### Exercise objective
The records sit below. Return every line in them that holds the word "code".

▶

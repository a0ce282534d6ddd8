import { existsSync } from 'node:fs';
import { createRequire } from 'node:module';
import { join } from 'node:path';
import { inputError } from '../logs/index.js';

/**
 * Whether notebooks can run in a folder, asked before Jupyter comes up: it would only say that a kernel died.
 * @throws InputError when notebooks, kernel file, kernel or the built package are missing, with what to do
 */
export function requireNotebooks(folder: string): void {
  const from = createRequire(join(folder, 'notebooks', 'any.ipynb'));
  const missing = NEEDS.find(({ there }) => !there(folder, from));
  if (missing !== undefined) throw inputError(missing.code, missing.text, { file: folder });
}

interface Need {
  readonly code: string;
  readonly text: string;
  readonly there: (folder: string, from: NodeJS.Require) => boolean;
}

const NEEDS: readonly Need[] = [
  {
    code: 'no-notebooks',
    text: 'Expected a folder that holds notebooks/, came one without. Go to the folder that "ppmwise new" laid out and run "npm run notebook" there.',
    there: (folder) => existsSync(join(folder, 'notebooks')),
  },
  {
    code: 'no-kernel-file',
    text: 'Expected the file .jupyter/kernels/tslab/kernel.json, it is missing. Copy the folder .jupyter from one that "ppmwise new" lays out.',
    there: (folder) =>
      ['kernel.json', 'kernel.cjs'].every((name) => existsSync(join(folder, '.jupyter/kernels/tslab', name))),
  },
  {
    code: 'no-kernel',
    text: 'Expected the notebook kernel tslab, it is not installed here. Run "npm install" in this folder.',
    there: (_, from) => found(from, 'tslab/package.json'),
  },
  {
    code: 'not-installed',
    text: 'Expected the package ppmwise beside the notebooks, it is not installed or not built. Run "npm install" in this folder, or "npm run build" in a copy of the repository.',
    there: (_, from) => found(from, 'ppmwise'),
  },
];

function found(from: NodeJS.Require, name: string): boolean {
  try {
    return existsSync(from.resolve(name));
  } catch (error) {
    if ((error as NodeJS.ErrnoException).code === 'MODULE_NOT_FOUND') return false;
    throw error;
  }
}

◀

### Result below
  if (missing !== undefined) throw inputError(missing.code, missing.text, { file: folder });
  readonly code: string;
    code: 'no-notebooks',
    code: 'no-kernel-file',
    code: 'no-kernel',
    code: 'not-installed',
    if ((error as NodeJS.ErrnoException).code === 'MODULE_NOT_FOUND') return false;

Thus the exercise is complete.